» **Try it**: A verbatim copy of the data below is the required output.

» **Source records**:
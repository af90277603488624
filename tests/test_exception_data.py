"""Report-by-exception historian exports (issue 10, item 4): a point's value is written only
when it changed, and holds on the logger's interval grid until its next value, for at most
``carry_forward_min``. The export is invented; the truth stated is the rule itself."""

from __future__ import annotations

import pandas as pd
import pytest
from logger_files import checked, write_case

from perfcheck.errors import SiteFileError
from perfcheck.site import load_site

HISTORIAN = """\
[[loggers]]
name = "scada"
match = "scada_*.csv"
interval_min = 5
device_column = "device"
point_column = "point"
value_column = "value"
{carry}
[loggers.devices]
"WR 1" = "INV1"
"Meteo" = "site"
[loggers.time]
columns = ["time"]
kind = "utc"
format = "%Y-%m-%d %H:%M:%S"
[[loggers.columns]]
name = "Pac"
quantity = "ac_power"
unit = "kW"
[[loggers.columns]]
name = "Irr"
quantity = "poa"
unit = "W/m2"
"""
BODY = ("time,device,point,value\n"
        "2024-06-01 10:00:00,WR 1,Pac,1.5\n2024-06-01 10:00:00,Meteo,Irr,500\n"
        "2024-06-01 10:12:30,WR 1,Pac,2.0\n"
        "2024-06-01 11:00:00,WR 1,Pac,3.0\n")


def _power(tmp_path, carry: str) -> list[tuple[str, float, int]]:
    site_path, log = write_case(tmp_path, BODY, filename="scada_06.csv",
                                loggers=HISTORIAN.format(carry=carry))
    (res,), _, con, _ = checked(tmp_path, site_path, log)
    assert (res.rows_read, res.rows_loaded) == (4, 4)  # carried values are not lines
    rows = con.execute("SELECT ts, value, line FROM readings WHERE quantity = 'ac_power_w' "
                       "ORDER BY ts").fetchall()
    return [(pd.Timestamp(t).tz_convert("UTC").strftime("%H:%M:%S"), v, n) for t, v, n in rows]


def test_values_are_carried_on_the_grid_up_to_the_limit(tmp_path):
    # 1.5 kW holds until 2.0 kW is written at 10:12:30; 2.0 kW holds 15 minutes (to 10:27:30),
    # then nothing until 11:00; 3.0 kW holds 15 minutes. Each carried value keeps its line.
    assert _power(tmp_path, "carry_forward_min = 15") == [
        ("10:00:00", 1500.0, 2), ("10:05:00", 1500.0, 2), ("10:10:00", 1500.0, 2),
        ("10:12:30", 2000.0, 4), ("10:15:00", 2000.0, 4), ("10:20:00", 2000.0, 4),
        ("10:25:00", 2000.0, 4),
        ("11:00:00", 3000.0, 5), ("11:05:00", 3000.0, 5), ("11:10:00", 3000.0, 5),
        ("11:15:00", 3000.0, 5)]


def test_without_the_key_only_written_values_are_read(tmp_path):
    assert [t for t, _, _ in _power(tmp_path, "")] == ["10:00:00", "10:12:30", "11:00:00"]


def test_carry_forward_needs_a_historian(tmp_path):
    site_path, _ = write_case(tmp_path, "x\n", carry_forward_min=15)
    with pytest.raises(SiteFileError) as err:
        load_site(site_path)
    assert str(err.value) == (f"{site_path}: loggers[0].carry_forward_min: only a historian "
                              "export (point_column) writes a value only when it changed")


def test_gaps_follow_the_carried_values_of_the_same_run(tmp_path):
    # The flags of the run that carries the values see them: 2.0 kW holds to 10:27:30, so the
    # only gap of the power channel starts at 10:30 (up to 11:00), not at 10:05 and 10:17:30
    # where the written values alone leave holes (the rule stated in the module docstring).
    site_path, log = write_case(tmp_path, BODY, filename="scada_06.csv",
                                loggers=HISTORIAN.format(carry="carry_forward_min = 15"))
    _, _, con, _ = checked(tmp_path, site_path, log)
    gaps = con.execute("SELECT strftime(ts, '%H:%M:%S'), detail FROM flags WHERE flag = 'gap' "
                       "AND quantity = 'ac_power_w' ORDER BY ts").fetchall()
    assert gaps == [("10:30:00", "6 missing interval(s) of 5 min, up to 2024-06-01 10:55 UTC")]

» **Answer space**:
repository af90277603488624
filename tests/test_exception_data.py
"""Report-by-exception historian exports (issue 10, item 4): a point's value is written only
when it changed, and holds on the logger's interval grid until its next value, for at most
``carry_forward_min``. The export is invented; the truth stated is the rule itself."""

from __future__ import annotations

import pandas as pd
import pytest
from logger_files import checked, write_case

from perfcheck.errors import SiteFileError
from perfcheck.site import load_site

HISTORIAN = """\
[[loggers]]
name = "scada"
match = "scada_*.csv"
interval_min = 5
device_column = "device"
point_column = "point"
value_column = "value"
{carry}
[loggers.devices]
"WR 1" = "INV1"
"Meteo" = "site"
[loggers.time]
columns = ["time"]
kind = "utc"
format = "%Y-%m-%d %H:%M:%S"
[[loggers.columns]]
name = "Pac"
quantity = "ac_power"
unit = "kW"
[[loggers.columns]]
name = "Irr"
quantity = "poa"
unit = "W/m2"
"""
BODY = ("time,device,point,value\n"
        "2024-06-01 10:00:00,WR 1,Pac,1.5\n2024-06-01 10:00:00,Meteo,Irr,500\n"
        "2024-06-01 10:12:30,WR 1,Pac,2.0\n"
        "2024-06-01 11:00:00,WR 1,Pac,3.0\n")


def _power(tmp_path, carry: str) -> list[tuple[str, float, int]]:
    site_path, log = write_case(tmp_path, BODY, filename="scada_06.csv",
                                loggers=HISTORIAN.format(carry=carry))
    (res,), _, con, _ = checked(tmp_path, site_path, log)
    assert (res.rows_read, res.rows_loaded) == (4, 4)  # carried values are not lines
    rows = con.execute("SELECT ts, value, line FROM readings WHERE quantity = 'ac_power_w' "
                       "ORDER BY ts").fetchall()
    return [(pd.Timestamp(t).tz_convert("UTC").strftime("%H:%M:%S"), v, n) for t, v, n in rows]


def test_values_are_carried_on_the_grid_up_to_the_limit(tmp_path):
    # 1.5 kW holds until 2.0 kW is written at 10:12:30; 2.0 kW holds 15 minutes (to 10:27:30),
    # then nothing until 11:00; 3.0 kW holds 15 minutes. Each carried value keeps its line.
    assert _power(tmp_path, "carry_forward_min = 15") == [
        ("10:00:00", 1500.0, 2), ("10:05:00", 1500.0, 2), ("10:10:00", 1500.0, 2),
        ("10:12:30", 2000.0, 4), ("10:15:00", 2000.0, 4), ("10:20:00", 2000.0, 4),
        ("10:25:00", 2000.0, 4),
        ("11:00:00", 3000.0, 5), ("11:05:00", 3000.0, 5), ("11:10:00", 3000.0, 5),
        ("11:15:00", 3000.0, 5)]


def test_without_the_key_only_written_values_are_read(tmp_path):
    assert [t for t, _, _ in _power(tmp_path, "")] == ["10:00:00", "10:12:30", "11:00:00"]


def test_carry_forward_needs_a_historian(tmp_path):
    site_path, _ = write_case(tmp_path, "x\n", carry_forward_min=15)
    with pytest.raises(SiteFileError) as err:
        load_site(site_path)
    assert str(err.value) == (f"{site_path}: loggers[0].carry_forward_min: only a historian "
                              "export (point_column) writes a value only when it changed")


def test_gaps_follow_the_carried_values_of_the_same_run(tmp_path):
    # The flags of the run that carries the values see them: 2.0 kW holds to 10:27:30, so the
    # only gap of the power channel starts at 10:30 (up to 11:00), not at 10:05 and 10:17:30
    # where the written values alone leave holes (the rule stated in the module docstring).
    site_path, log = write_case(tmp_path, BODY, filename="scada_06.csv",
                                loggers=HISTORIAN.format(carry="carry_forward_min = 15"))
    _, _, con, _ = checked(tmp_path, site_path, log)
    gaps = con.execute("SELECT strftime(ts, '%H:%M:%S'), detail FROM flags WHERE flag = 'gap' "
                       "AND quantity = 'ac_power_w' ORDER BY ts").fetchall()
    assert gaps == [("10:30:00", "6 missing interval(s) of 5 min, up to 2024-06-01 10:55 UTC")]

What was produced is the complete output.